Reasons why _not_ to do it, in my opinion are:
- If you break up you will still have to see each other at work every day. Awkward!
- It's too distracting to have a romantic connection with a co-worker. It will most likely interfere with your productivity to some extent.


----------



## BooksandButterflies (Jul 26, 2012)

@Nekomata @SnowFairy
*Excellent points, pretty much what a coworker said. She met her current husband at work and it hasn't been good.
I suppose if I met someone wonderful though, I might take the risk. Last guy was a flop but life goes on. *


----------



## Tridentus (Dec 14, 2009)

make the decision for yourself..

i dated a girl who was in my class at uni not long ago, and yes it was awkward afterward, and i can see why people say not to do it, but overall i don't regret it because i choose to think with my heart.

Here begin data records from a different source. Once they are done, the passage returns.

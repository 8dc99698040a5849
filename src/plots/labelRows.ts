// Stacking short labels placed along an axis: each label goes to the first row where it does
// not overlap the previous label of that row, so close points of interest stay readable.

export interface PlacedLabel<T> {
  item: T;
  x: number;
  row: number;
}

/** Labels sorted by x, each with the row (0, 1, …) it fits in; width ≈ 6.5 px per character. */
export function labelRows<T>(
  items: readonly T[],
  xOf: (item: T) => number,
  textOf: (item: T) => string,
  charPx = 6.5,
  gapPx = 6,
): PlacedLabel<T>[] {
  const ends: number[] = [];
  return [...items]
    .map((item) => ({ item, x: xOf(item) }))
    .sort((a, b) => a.x - b.x)
    .map(({ item, x }) => {
      let row = ends.findIndex((end) => end + gapPx <= x);
      if (row < 0) row = ends.length;
      ends[row] = x + textOf(item).length * charPx;
      return { item, x, row };
    });
}
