// The "Monte Carlo run" view: settings, Start/Cancel, progress with live 1σ at the points of
// interest, and what the run models. The run belongs to the case it was started for: once the
// case is edited its result is marked stale and left out of the depth-dose and CF views.
import { depthGridCm } from '../../compute/depthGrid';
import { validateCase } from '../../io/caseFile';
import { toCaseFile, totalThicknessCm } from '../../state/editorCase';
import { useMonteCarloStore, type McRunStatus } from '../../state/monteCarloStore';
import { useAppStore } from '../../state/store';
import { McExplanation } from './McExplanation';
import { McProgressView } from './McProgressView';
import { McRunForm } from './McRunForm';
import { groupDigits, isRunCurrent } from './mcRunModel';
import { cancelRun, startRun, useMcForm } from './mcRunner';
import { useCurrentMcCaseKey } from './useShownReport';
import './montecarlo.css';

const STATUS_TEXT: Record<McRunStatus, string> = {
  idle: 'No run yet.',
  running: 'Running…',
  done: 'Finished.',
  cancelled: 'Cancelled.',
  failed: 'Failed.',
};

function gridFor(reportGrid: readonly number[] | undefined, totalCm: number): number[] {
  const last = reportGrid?.[reportGrid.length - 1];
  if (reportGrid && last !== undefined && Math.abs(last - totalCm) < 1e-9) return [...reportGrid];
  return depthGridCm(totalCm, 0.05);
}

export function MonteCarloPanel() {
  const present = useAppStore((s) => s.history.present);
  const reportGrid = useAppStore((s) => s.calc.report?.depthCm);
  const mc = useMonteCarloStore();
  const run = useMcForm((s) => s.run);
  const currentKey = useCurrentMcCaseKey();
  const running = mc.status === 'running';
  const stale = mc.caseKey !== null && !isRunCurrent(mc.caseKey, currentKey);
  const valid = validateCase(toCaseFile(present));
  const blocked = valid.ok
    ? null
    : `The case cannot be run as it stands: ${valid.problems.map((p) => `${p.path}: ${p.message}`).join('; ')}`;

  const onStart = (histories: number, seed: number, doseToWater: boolean) => {
    if (!valid.ok) return;
    const waterSource = (useAppStore.getState() as { waterSource?: string }).waterSource;
    startRun({
      caseData: valid.value,
      caseKey: currentKey,
      histories,
      seed,
      doseToWater,
      waterSource,
      depthGridCm: gridFor(reportGrid, totalThicknessCm(present)),
    });
  };

  return (
    <section className="mc-panel" aria-label="Monte Carlo run">
      <h2>Monte Carlo run</h2>
      <McRunForm running={running} blocked={blocked} onStart={onStart} onCancel={cancelRun} />
      <div className="mc-status" role="status" aria-live="polite" data-testid="mc-status">
        <strong>{STATUS_TEXT[mc.status]}</strong>{' '}
        {mc.status === 'cancelled'
          ? mc.result
            ? `Showing what was merged before Cancel (${groupDigits(mc.result.histories)} histories in the case run).`
            : 'Stopped before every run had two batches: no estimate.'
          : null}
        {mc.status === 'failed' && mc.error ? (
          <span className="field-message">{mc.error}</span>
        ) : null}
        {stale ? (
          <span className="mc-stale" data-testid="mc-stale">
            stale (case changed): this run is not drawn in the depth-dose and CF views; start a new
            run for the current case.
          </span>
        ) : null}
      </div>
      {run ? (
        <p className="hint" data-testid="mc-run-settings">
          Run: {groupDigits(run.histories)} histories per run, seed {run.seed},{' '}
          {run.doseToWater ? 'dose to water' : 'dose to medium'}; dose per MU from the calibration
          run × {run.calibration.referenceDosePerMuCGy} cGy/MU × S_c{' '}
          {run.calibration.collimatorScatterFactor.toFixed(3)} ({run.calibration.source}).
        </p>
      ) : null}
      {mc.status !== 'idle' ? (
        <div className={stale ? 'mc-stale-values' : undefined}>
          <McProgressView
            progress={mc.progress}
            result={mc.result}
            running={running}
            startedAtMs={run?.startedAtMs ?? null}
          />
        </div>
      ) : null}
      {mc.result && !stale ? (
        <p className="hint">
          The Monte Carlo curve and its ±1σ band are drawn in the Depth dose and Correction factors
          views{running ? ' and keep updating as batches arrive' : ''}.
        </p>
      ) : null}
      <McExplanation />
    </section>
  );
}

co-workers is possibly more complicated, but just judge for yourself is what i think. some people might never go there, some people might make the mistake once and never go there again, some might make the mistake but not let it make them pessimistic about the idea, and some people might not have made a mistake in going there at all...


----------



## Liontiger (Jun 2, 2009)

I think it depends on the nature of the workplace and the level of professionalism required. Often times, the easiest way to meet people is through work, so it's hard to rule that out. It's important to keep your personal life and work life separate and remain objective while on the job.


----------



## Nightshade (Dec 4, 2012)

Been there, done that, and wouldn't recommend anyone to do it.


----------



## Plaxico (Dec 11, 2010)

I remember when two of my co-workers dated. Things were fine when they were dating. But when they broke up? Awwwkward. 

In another instance, it was awkward when a couple were prone to getting too cozy on the job, I'm not talking about full-on making out, but even the stuff they said to each other made me sick. They were both great people, but ain't nobody need to see or hear that on the job!


----------



## thor odinson (May 21, 2011)

If your at the same location, but a different place or department within that location, I think it would probably be better. It'd be hard if they worked in the same department and you'd pass them frequently. Your supposed to be in professional mode and might find it hard to not to fall in personal mode.


----------



## thor odinson (May 21, 2011)

Liontiger said:


> Often times, the easiest way to meet people is through work, so it's hard to rule that out.


This right here I believe is the best argument for it.

I can certainly see all the arguments against it, and they are very valid.

But I would still take the chance in the end for this reason.


----------



## Devalight (May 27, 2012)

It could be worth it. But both parties must face the possibility that they may have to look for a new job one day.


----------